Records shown

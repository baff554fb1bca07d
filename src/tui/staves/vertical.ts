import { STAVE_LABELS } from '../../nutrition/amino-acids.ts'
import { type Cell, cellsOf } from './cells.ts'
import type { DrawOptions } from './draw-staves.ts'
import { wholePercent } from './figures.ts'
import { bordered, fillOf, inFoodColour, inWaterColour, lettered, letterOf, woven } from './palette.ts'
import { rowOf, scaleOf } from './scale.ts'
import { type Stack, shortestOf } from './stacks.ts'

/** Columns of the scale on the left, and of the line's name on the right. */
const LEFT = 5
const RIGHT = 6
const EIGHTHS = [' ', '▁', '▂', '▃', '▄', '▅', '▆', '▇', '█']

const dimmed = (text: string): string => `\u001b[2m${text}\u001b[22m`
const bold = (text: string): string => `\u001b[1m${text}\u001b[22m`

/** Nine upright staves, with the water line and the 100 line behind them. */
export function verticalStaves(stacks: readonly Stack[], options: DrawOptions): string[] {
  const { height = 10, colour = false, ascii = false } = options
  const pitch = Math.min(9, Math.floor((options.width - LEFT - RIGHT) / stacks.length))
  const gap = pitch >= 9 ? 4 : pitch >= 7 ? 3 : 2
  const size = pitch - gap
  const scale = scaleOf(height)
  const shortest = shortestOf(stacks)
  const water = rowOf(shortest.total, scale)
  const columns = stacks.map(stack => cellsOf(stack, scale, colour && !ascii))
  const painter = painterOf(colour, ascii, size)

  const lines: string[] = []
  for (let row = height - 1; row >= 0; row--) {
    const line = lineAt(row, water, scale.row100, colour, ascii)
    const label = row === water ? wholePercent(shortest.total) : ''
    const cells = columns.map(cells => {
      const cell = cells[row]!
      return line(gap) + (painter(cell) ?? line(size))
    })
    const left = `${label.padStart(LEFT - 1)}${line(1)}`
    const right = row === scale.row100 ? `${line(2)} 100` : row === water ? line(2) : ''
    const styled = row === water || !colour ? left : dimmed(left)
    lines.push((styled + cells.join('') + (colour && row !== water ? dimmed(right) : right)).trimEnd())
  }
  const under = (text: (stack: Stack) => string, style: (text: string, stack: Stack) => string) => {
    let line = ''
    let at = 0
    stacks.forEach((stack, i) => {
      const word = text(stack)
      const start = LEFT + i * pitch + gap + Math.max(0, Math.floor((size - word.length) / 2))
      line += ' '.repeat(start - at) + style(word, stack)
      at = start + word.length
    })
    return line
  }
  const strong = (text: string, stack: Stack) => (colour && stack === shortest ? bold(text) : text)
  lines.push(
    under(stack => STAVE_LABELS[stack.stave] + (stack === shortest ? '*' : ''), strong),
    under(({ total }) => wholePercent(total), strong),
  )
  return lines
}

/** What stands behind the staves in a row: water, the 100 line or nothing. */
function lineAt(row: number, water: number, row100: number, colour: boolean, ascii: boolean) {
  const sign = row === water ? (ascii ? '~' : '≈') : row === row100 ? (ascii ? '-' : '─') : ' '
  return (columns: number): string => {
    const text = sign.repeat(columns)
    if (!colour || sign === ' ') return text
    return row === water ? inWaterColour(text) : dimmed(text)
  }
}

/** Paints a cell as wide as a stave; null where what stands behind it is seen. */
function painterOf(colour: boolean, ascii: boolean, size: number) {
  const middle = Math.floor((size - 1) / 2)
  const fill = (food: number, columns: number) => {
    const text = fillOf(food, ascii).repeat(columns)
    return colour ? woven(food, text) : text
  }
  return (cell: Cell): string | null => {
    switch (cell.kind) {
      case 'empty':
        return null
      case 'whole': {
        if (!cell.letter) return fill(cell.food, size)
        const letter = letterOf(cell.food)
        const sign = colour ? lettered(cell.food, letter) : letter
        return fill(cell.food, middle) + sign + fill(cell.food, size - middle - 1)
      }
      case 'top': {
        if (ascii) return cell.eighths >= 4 ? fill(cell.food, size) : null
        const text = EIGHTHS[cell.eighths]!.repeat(size)
        return colour ? inFoodColour(cell.food, text) : text
      }
      case 'border':
        return bordered(cell.food, cell.above, EIGHTHS[cell.eighths]!.repeat(size))
      case 'beyond': {
        const text = (ascii ? '^' : '↑').repeat(size)
        return colour ? inFoodColour(cell.food, text) : text
      }
    }
  }
}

About this exercise
Retype all of the entries. Keep each one exactly as written.

Output for this task
repository baff554fb1bca07d
filename src/tui/staves/vertical.ts
import { STAVE_LABELS } from '../../nutrition/amino-acids.ts'
import { type Cell, cellsOf } from './cells.ts'
import type { DrawOptions } from './draw-staves.ts'
import { wholePercent } from './figures.ts'
import { bordered, fillOf, inFoodColour, inWaterColour, lettered, letterOf, woven } from './palette.ts'
import { rowOf, scaleOf } from './scale.ts'
import { type Stack, shortestOf } from './stacks.ts'

/** Columns of the scale on the left, and of the line's name on the right. */
const LEFT = 5
const RIGHT = 6
const EIGHTHS = [' ', '▁', '▂', '▃', '▄', '▅', '▆', '▇', '█']

const dimmed = (text: string): string => `\u001b[2m${text}\u001b[22m`
const bold = (text: string): string => `\u001b[1m${text}\u001b[22m`

/** Nine upright staves, with the water line and the 100 line behind them. */
export function verticalStaves(stacks: readonly Stack[], options: DrawOptions): string[] {
  const { height = 10, colour = false, ascii = false } = options
  const pitch = Math.min(9, Math.floor((options.width - LEFT - RIGHT) / stacks.length))
  const gap = pitch >= 9 ? 4 : pitch >= 7 ? 3 : 2
  const size = pitch - gap
  const scale = scaleOf(height)
  const shortest = shortestOf(stacks)
  const water = rowOf(shortest.total, scale)
  const columns = stacks.map(stack => cellsOf(stack, scale, colour && !ascii))
  const painter = painterOf(colour, ascii, size)

  const lines: string[] = []
  for (let row = height - 1; row >= 0; row--) {
    const line = lineAt(row, water, scale.row100, colour, ascii)
    const label = row === water ? wholePercent(shortest.total) : ''
    const cells = columns.map(cells => {
      const cell = cells[row]!
      return line(gap) + (painter(cell) ?? line(size))
    })
    const left = `${label.padStart(LEFT - 1)}${line(1)}`
    const right = row === scale.row100 ? `${line(2)} 100` : row === water ? line(2) : ''
    const styled = row === water || !colour ? left : dimmed(left)
    lines.push((styled + cells.join('') + (colour && row !== water ? dimmed(right) : right)).trimEnd())
  }
  const under = (text: (stack: Stack) => string, style: (text: string, stack: Stack) => string) => {
    let line = ''
    let at = 0
    stacks.forEach((stack, i) => {
      const word = text(stack)
      const start = LEFT + i * pitch + gap + Math.max(0, Math.floor((size - word.length) / 2))
      line += ' '.repeat(start - at) + style(word, stack)
      at = start + word.length
    })
    return line
  }
  const strong = (text: string, stack: Stack) => (colour && stack === shortest ? bold(text) : text)
  lines.push(
    under(stack => STAVE_LABELS[stack.stave] + (stack === shortest ? '*' : ''), strong),
    under(({ total }) => wholePercent(total), strong),
  )
  return lines
}

/** What stands behind the staves in a row: water, the 100 line or nothing. */
function lineAt(row: number, water: number, row100: number, colour: boolean, ascii: boolean) {
  const sign = row === water ? (ascii ? '~' : '≈') : row === row100 ? (ascii ? '-' : '─') : ' '
  return (columns: number): string => {
    const text = sign.repeat(columns)
    if (!colour || sign === ' ') return text
    return row === water ? inWaterColour(text) : dimmed(text)
  }
}

/** Paints a cell as wide as a stave; null where what stands behind it is seen. */
function painterOf(colour: boolean, ascii: boolean, size: number) {
  const middle = Math.floor((size - 1) / 2)
  const fill = (food: number, columns: number) => {
    const text = fillOf(food, ascii).repeat(columns)
    return colour ? woven(food, text) : text
  }
  return (cell: Cell): string | null => {
    switch (cell.kind) {
      case 'empty':
        return null
      case 'whole': {
        if (!cell.letter) return fill(cell.food, size)
        const letter = letterOf(cell.food)
        const sign = colour ? lettered(cell.food, letter) : letter
        return fill(cell.food, middle) + sign + fill(cell.food, size - middle - 1)
      }
      case 'top': {
        if (ascii) return cell.eighths >= 4 ? fill(cell.food, size) : null
        const text = EIGHTHS[cell.eighths]!.repeat(size)
        return colour ? inFoodColour(cell.food, text) : text
      }
      case 'border':
        return bordered(cell.food, cell.above, EIGHTHS[cell.eighths]!.repeat(size))
      case 'beyond': {
        const text = (ascii ? '^' : '↑').repeat(size)
        return colour ? inFoodColour(cell.food, text) : text
      }
    }
  }
}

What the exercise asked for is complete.